__TASK TO CARRY OUT__.
Please repeat the lines below exactly. Begin with the line containing "same site document" and go on through the line containing "present.to_str().unwrap(), rated.to_str().unwrap()], None));".

--- TASK INPUT ---

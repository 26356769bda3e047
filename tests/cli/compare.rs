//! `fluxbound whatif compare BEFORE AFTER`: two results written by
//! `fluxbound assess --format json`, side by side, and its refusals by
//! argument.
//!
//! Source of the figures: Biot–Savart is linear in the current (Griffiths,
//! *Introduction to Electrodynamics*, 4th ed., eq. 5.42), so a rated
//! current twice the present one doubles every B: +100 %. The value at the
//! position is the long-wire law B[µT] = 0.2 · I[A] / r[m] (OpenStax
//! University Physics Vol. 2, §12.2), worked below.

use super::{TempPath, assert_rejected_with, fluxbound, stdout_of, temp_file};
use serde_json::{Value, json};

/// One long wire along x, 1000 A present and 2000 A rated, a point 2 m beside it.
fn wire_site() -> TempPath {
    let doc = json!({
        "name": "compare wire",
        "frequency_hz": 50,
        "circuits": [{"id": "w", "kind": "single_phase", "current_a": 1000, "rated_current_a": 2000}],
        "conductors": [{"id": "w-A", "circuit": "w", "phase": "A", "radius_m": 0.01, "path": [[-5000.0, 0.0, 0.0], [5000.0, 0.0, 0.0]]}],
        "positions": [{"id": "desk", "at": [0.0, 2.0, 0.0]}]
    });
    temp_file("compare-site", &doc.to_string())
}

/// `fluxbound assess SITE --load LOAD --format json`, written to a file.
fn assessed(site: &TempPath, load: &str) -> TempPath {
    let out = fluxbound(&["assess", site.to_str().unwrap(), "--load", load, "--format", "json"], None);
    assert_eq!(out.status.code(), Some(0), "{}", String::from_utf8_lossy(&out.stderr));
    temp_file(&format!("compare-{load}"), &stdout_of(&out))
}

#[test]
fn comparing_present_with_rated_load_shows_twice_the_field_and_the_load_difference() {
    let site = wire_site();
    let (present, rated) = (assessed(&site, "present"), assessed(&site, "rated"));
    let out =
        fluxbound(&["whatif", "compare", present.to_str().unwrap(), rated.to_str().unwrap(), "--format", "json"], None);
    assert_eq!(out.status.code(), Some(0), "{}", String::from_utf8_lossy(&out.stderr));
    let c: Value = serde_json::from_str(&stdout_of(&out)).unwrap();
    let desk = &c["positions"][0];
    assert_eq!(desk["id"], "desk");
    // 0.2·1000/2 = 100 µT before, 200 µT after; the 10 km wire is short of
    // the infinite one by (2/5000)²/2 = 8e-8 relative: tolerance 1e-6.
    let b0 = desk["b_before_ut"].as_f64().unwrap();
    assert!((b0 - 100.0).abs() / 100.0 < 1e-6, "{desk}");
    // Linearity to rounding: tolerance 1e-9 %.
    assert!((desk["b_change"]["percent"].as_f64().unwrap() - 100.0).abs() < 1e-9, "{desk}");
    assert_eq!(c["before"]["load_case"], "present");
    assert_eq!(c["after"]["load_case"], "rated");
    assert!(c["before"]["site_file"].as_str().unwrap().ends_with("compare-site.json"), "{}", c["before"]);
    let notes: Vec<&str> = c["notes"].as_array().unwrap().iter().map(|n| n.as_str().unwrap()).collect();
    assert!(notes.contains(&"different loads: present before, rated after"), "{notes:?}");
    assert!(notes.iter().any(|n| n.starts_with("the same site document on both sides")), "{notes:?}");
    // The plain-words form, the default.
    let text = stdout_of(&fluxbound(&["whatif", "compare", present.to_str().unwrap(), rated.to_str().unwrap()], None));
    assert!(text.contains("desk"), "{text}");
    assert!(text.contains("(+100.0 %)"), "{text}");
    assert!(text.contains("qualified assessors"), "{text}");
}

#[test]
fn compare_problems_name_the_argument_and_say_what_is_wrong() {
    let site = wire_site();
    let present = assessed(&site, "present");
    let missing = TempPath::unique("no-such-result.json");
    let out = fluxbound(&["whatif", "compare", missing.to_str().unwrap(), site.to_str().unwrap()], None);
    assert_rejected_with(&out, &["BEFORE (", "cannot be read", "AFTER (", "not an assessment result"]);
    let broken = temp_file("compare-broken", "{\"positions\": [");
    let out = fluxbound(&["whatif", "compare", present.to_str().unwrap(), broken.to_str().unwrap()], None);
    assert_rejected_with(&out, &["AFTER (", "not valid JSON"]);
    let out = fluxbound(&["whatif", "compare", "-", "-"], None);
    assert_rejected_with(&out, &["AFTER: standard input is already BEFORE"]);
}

---

__YOUR SOLUTION__.
    assert!(notes.iter().any(|n| n.starts_with("the same site document on both sides")), "{notes:?}");
    // The plain-words form, the default.
    let text = stdout_of(&fluxbound(&["whatif", "compare", present.to_str().unwrap(), rated.to_str().unwrap()], None));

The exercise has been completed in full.